If we didn’t know the names of the candidates being described, you might suspect the latter was an organization under the guidance of Karl Rove, no?
I will take this opportunity to point out once again that McCain’s failure to fully capitalize on the Obama finance flip rests squarely on the shoulders of his own campaign. On Saturday, June 7, Hillary Clinton stepped off the stage. If McCain’s handlers were half as clever as people accuse them of being, they would have had the Arizona Senator on every Sunday morning show saying the following:
I would like to congratulate Senator Obama on securing the Democratic nomination, and I look forward to the spirited debate which lies ahead. And I will also take this opportunity to invite him to make good on his signed pledge for both of us to accept public financing for our campaigns. I’m directing my staff to contact his people about that today to finalize the details.
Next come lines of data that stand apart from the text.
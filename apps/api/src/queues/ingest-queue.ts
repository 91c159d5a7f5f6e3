import { Queue } from 'bullmq';
import type { Redis } from 'ioredis';
import { INGEST_JOB_OPTIONS, INGEST_QUEUE_NAME, ingestJobId, type IngestJob } from '@plumbline/contracts';
import { createLogger, logContext } from '@plumbline/db/logging';

const log = createLogger('api');

/** Hands uploads to the ingest worker. PostgreSQL stays the source of truth: a lost job is re-enqueued by the worker. */
export interface IngestQueue {
  enqueue(uploadId: string, phase: 'initial' | 'confirmed'): Promise<void>;
  close(): Promise<void>;
}

export function createIngestQueue(connection: Redis, prefix: string): IngestQueue {
  const queue = new Queue<IngestJob>(INGEST_QUEUE_NAME, { connection, prefix });
  // Connection trouble is reported here; an 'error' event without a listener would end the process.
  queue.on('error', () => {});
  return {
    async enqueue(uploadId, phase) {
      const adding: Promise<unknown> = queue
        .add(
          'ingest',
          { uploadId, requestId: logContext.getStore()?.requestId },
          { ...INGEST_JOB_OPTIONS, jobId: ingestJobId(uploadId, phase) },
        )
        .then(
          () => 'added',
          (error: unknown) => error,
        );
      // With Redis away the add would wait for it; the upload row stays 'queued' and the worker's
      // recovery sweep enqueues it later, so the request need not wait.
      const timeout = new Promise<'timeout'>((resolve) => setTimeout(() => resolve('timeout'), 3000).unref());
      const outcome = await Promise.race([adding, timeout]);
      if (outcome !== 'added') {
        log.warn(
          { uploadId, err: outcome === 'timeout' ? undefined : outcome },
          'could not enqueue the upload now; the worker will pick it up',
        );
      }
    },
    async close() {
      await queue.close();
    },
  };
}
Instead, Team McCain let the horse get out of the barn and Obama was able to get out ahead of the story. He made a pitch about people “negotiating in bad faith” and clouded the issue until the media turned it into a massive case of “he said she said.” Had McCain locked this down on June 8, Obama would have had no choice but to swallow a bitter pill and give up massive amounts of campaign cash or risk being labeled a flat out liar. But now the moment is gone and the story will be flushed down the memory hole.
Well played, I admit, and it will likely work in Obama’s favor. But it certainly does have more of the scent of Karl Rove to it than anything the McCain team is cooking up.